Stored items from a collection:
--- START ---

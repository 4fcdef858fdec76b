use super::{EventTable, FileError, FileProblem, OnsetSource};
use crate::Result;
use flate2::{Compression, GzBuilder};
use serde_json::{Map, Value, json};
use std::collections::HashSet;
use std::fs::{File, OpenOptions};
use std::io::{self, BufWriter, ErrorKind, Write};
use std::path::{Path, PathBuf};

pub(super) const ENDING: &str = "_physioevents.tsv.gz";

/// Keys of the sidecar and columns of the table that have a meaning of their own.
const TAKEN: [&str; 6] = ["onset", "duration", "trial_type", "message", "Columns", "OnsetSource"];

/// Writes events as a BIDS event table of an eye-tracking recording, with its sidecar.
///
/// `path` ends in `_physioevents.tsv.gz` and is by custom the recording's name with the other suffix; the
/// sidecar lies beside it and ends in `.json`. The table has the columns `onset`, `duration` and
/// `trial_type`, then those of `events`; no header; `n/a` where a value is NaN or a kind empty. Numbers
/// read back to the same bits. The sidecar names the columns, their units and `OnsetSource`; durations
/// are in seconds and say so.
///
/// The same events give the same bytes. Files of these names are replaced. Both are written whole beside
/// their place under other names, then renamed, the sidecar first, so that a failed write leaves no half
/// file.
///
/// # Errors
/// [`Error::File`](crate::Error::File), and no file written:
/// - [`FileProblem::FileName`] for another ending;
/// - [`FileProblem::Unwritable`], with the row that the value would have had, for an onset that is not
///   finite (or, with [`OnsetSource::Row`], not whole), a duration below zero, an infinity, a kind with
///   control characters, or a row with another number of values than there are columns; and, without a
///   row, for a column whose name is empty, taken or has control characters;
/// - [`FileProblem::DoubledColumn`] for a name that is there twice;
/// - [`FileProblem::Io`] if the operating system refuses.
///
/// # Source
/// Brain Imaging Data Structure 1.11, "Physiological recordings: events" (`_physioevents`).
///
/// # Example
/// ```
/// use fixational::interchange::*;
/// let events = EventTable::new(OnsetSource::Column {
///     name: "timestamp".into(),
///     unit: Some(TimeUnit::Millisecond),
/// })
/// .column(EventColumn::new("amplitude_deg").unit("deg").description("onset to end"))
/// .column(EventColumn::new("peak_velocity_deg_s").unit("deg/s"))
/// .row(EventRow::new(7019540.0, 0.012, "microsaccade").values([0.31, 28.4]))
/// .row(EventRow::new(7020612.0, 0.018, "microsaccade").values([0.52, f64::NAN]));
///
/// let folder = tempfile::tempdir()?;
/// let path = folder.path().join("sub-01_task-rest_recording-eye1_physioevents.tsv.gz");
/// write_events(&path, &events)?;
/// let again = read_events(&path)?;
/// assert_eq!(again.columns, events.columns);
/// assert_eq!(again.rows[0], events.rows[0]);
/// # Ok::<(), Box<dyn std::error::Error>>(())
/// ```
pub fn write_events(path: impl AsRef<Path>, events: &EventTable) -> Result<()> {
    let path = path.as_ref();
    let name = path.file_name().and_then(|name| name.to_str());
    let Some(stem) = name.and_then(|name| name.strip_suffix(ENDING)).filter(|s| !s.is_empty())
    else {
        let rule = "an event table must be called …_physioevents.tsv.gz";
        return Err(FileError::new(path, FileProblem::FileName { rule }).into_error());
    };
    check(path, events)?;
    let sidecar = path.with_file_name(format!("{stem}_physioevents.json"));
    let io = |path: &Path| {
        let path = path.to_path_buf();
        move |error| FileError::io(path, &error).into_error()
    };
    let table = Draft::write(path, |file| write_table(file, events)).map_err(io(path))?;
    let described =
        Draft::write(&sidecar, |file| write_sidecar(file, events)).map_err(io(&sidecar))?;
    described.keep().map_err(io(&sidecar))?;
    table.keep().map_err(io(path))
}

/// Refuses what the format cannot hold.
fn check(path: &Path, events: &EventTable) -> Result<()> {
    let unwritable = |line: Option<usize>, column: &str, text: String, rule| {
        let column = column.to_owned();
        let mut error = FileError::new(path, FileProblem::Unwritable { column, text, rule });
        error.line = line.map(|line| line as u64);
        Err(error.into_error())
    };
    let mut names = HashSet::new();
    for name in events.columns.iter().map(|column| &*column.name) {
        if name.is_empty() || name.contains(char::is_control) {
            let rule = "a column's name is text without control characters";
            return unwritable(None, name, name.escape_debug().to_string(), rule);
        }
        if TAKEN.contains(&name) {
            return unwritable(
                None,
                name,
                name.to_owned(),
                "the standard has this name for itself",
            );
        }
        if !names.insert(name) {
            let problem = FileProblem::DoubledColumn { column: name.to_owned() };
            return Err(FileError::new(path, problem).into_error());
        }
    }
    if let OnsetSource::Column { name, .. } = &events.onset_source
        && (name.is_empty() || name == "n/a")
    {
        let rule = "the recording's column of times must be named";
        return unwritable(None, "onset", name.clone(), rule);
    }
    for (row, event) in events.rows.iter().enumerate() {
        let line = Some(row + 1);
        let onset = event.onset;
        if !onset.is_finite() {
            return unwritable(line, "onset", onset.to_string(), "an onset must be finite");
        }
        if events.onset_source == OnsetSource::Row && onset.fract() != 0.0 {
            let rule = "rows are counted in whole numbers";
            return unwritable(line, "onset", onset.to_string(), rule);
        }
        let duration = event.duration;
        if duration < 0.0 || duration.is_infinite() {
            let rule = "a duration must be finite and not below zero";
            return unwritable(line, "duration", duration.to_string(), rule);
        }
        let kind = &event.trial_type;
        if kind.contains(char::is_control) || kind == "n/a" {
            let rule = "a kind is text without control characters; leave an unknown one empty";
            return unwritable(line, "trial_type", kind.escape_debug().to_string(), rule);
        }
        if event.values.len() != events.columns.len() {
            let rule = "an event needs one value for each column";
            let text = format!("{} values", event.values.len());
            return unwritable(line, "onset", text, rule);
        }
        for (column, value) in events.columns.iter().zip(&event.values) {
            if value.is_infinite() {
                let rule = "a value must be finite, or NaN where it is not known";
                return unwritable(line, &column.name, value.to_string(), rule);
            }
        }
    }
    Ok(())
}

fn write_table(file: &mut BufWriter<File>, events: &EventTable) -> io::Result<()> {
    // No time and no name in the header: the same events give the same bytes.
    let gzip = GzBuilder::new().mtime(0).write(file, Compression::default());
    let mut table = BufWriter::new(gzip);
    for event in &events.rows {
        write!(table, "{}", event.onset)?;
        number(&mut table, event.duration)?;
        let kind = if event.trial_type.is_empty() { "n/a" } else { &event.trial_type };
        write!(table, "\t{kind}")?;
        for &value in &event.values {
            number(&mut table, value)?;
        }
        table.write_all(b"\n")?;
    }
    let gzip = table.into_inner().map_err(io::IntoInnerError::into_error)?;
    gzip.finish().map(|_| ())
}

/// A tab and the shortest digits that read back to the same bits.
fn number(to: &mut impl Write, value: f64) -> io::Result<()> {
    if value.is_nan() { to.write_all(b"\tn/a") } else { write!(to, "\t{value}") }
}

fn write_sidecar(file: &mut BufWriter<File>, events: &EventTable) -> io::Result<()> {
    let mut keys = Map::new();
    let own = ["onset", "duration", "trial_type"].into_iter();
    let columns: Vec<&str> = own.chain(events.columns.iter().map(|c| &*c.name)).collect();
    keys.insert("Columns".into(), json!(columns));
    let onset = match &events.onset_source {
        OnsetSource::Row => {
            keys.insert("OnsetSource".into(), json!("n/a"));
            json!({ "Description": "row of the recording's table at which the event starts; the first is 0" })
        }
        OnsetSource::Column { name, unit } => {
            keys.insert("OnsetSource".into(), json!(name));
            let mut onset = Map::new();
            let text = "start of the event, as the recording's column named in OnsetSource counts";
            onset.insert("Description".into(), json!(text));
            if let Some(unit) = unit {
                onset.insert("Units".into(), json!(unit.symbol()));
            }
            Value::Object(onset)
        }
    };
    keys.insert("onset".into(), onset);
    let duration = json!({ "Description": "how long the event lasts", "Units": "s" });
    keys.insert("duration".into(), duration);
    keys.insert("trial_type".into(), json!({ "Description": "kind of event" }));
    for column in &events.columns {
        let mut about = Map::new();
        if let Some(text) = &column.description {
            about.insert("Description".into(), json!(text));
        }
        if let Some(unit) = &column.unit {
            about.insert("Units".into(), json!(unit));
        }
        keys.insert(column.name.clone(), Value::Object(about));
    }
    serde_json::to_writer_pretty(&mut *file, &Value::Object(keys))?;
    file.write_all(b"\n")
}

/// A file that is being written under another name; gone unless it is kept.
struct Draft {
    draft: PathBuf,
    place: PathBuf,
    kept: bool,
}

impl Draft {
    fn write(
        place: &Path,
        content: impl FnOnce(&mut BufWriter<File>) -> io::Result<()>,
    ) -> io::Result<Self> {
        let (draft, file) = Self::create(place)?;
        let draft = Self { draft, place: place.to_path_buf(), kept: false };
        let mut file = BufWriter::new(file);
        content(&mut file)?;
        file.into_inner().map_err(io::IntoInnerError::into_error)?.sync_all()?;
        Ok(draft)
    }

    /// A new file beside `place`, under a name that nothing has.
    fn create(place: &Path) -> io::Result<(PathBuf, File)> {
        let name = place.file_name().unwrap_or_default().to_string_lossy();
        for attempt in 0..100_u32 {
            let draft = place.with_file_name(format!(".{name}.{}.{attempt}", std::process::id()));
            match OpenOptions::new().write(true).create_new(true).open(&draft) {
                Err(error) if error.kind() == ErrorKind::AlreadyExists => {}
                other => return other.map(|file| (draft, file)),
            }
        }
        Err(io::Error::new(ErrorKind::AlreadyExists, "no name is free for a temporary file"))
    }

    fn keep(mut self) -> io::Result<()> {
        std::fs::rename(&self.draft, &self.place)?;
        self.kept = true;
        Ok(())
    }
}

impl Drop for Draft {
    fn drop(&mut self) {
        if !self.kept {
            // The write has failed already, and says why; a file that stays is the lesser harm.
            let _ = std::fs::remove_file(&self.draft);
        }
    }
}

--- END ---

# WORK INSTRUCTION
State how many lines of the data contain the word "super". Nothing besides the number belongs in the reply.

# RESULT OF THIS EXERCISE
2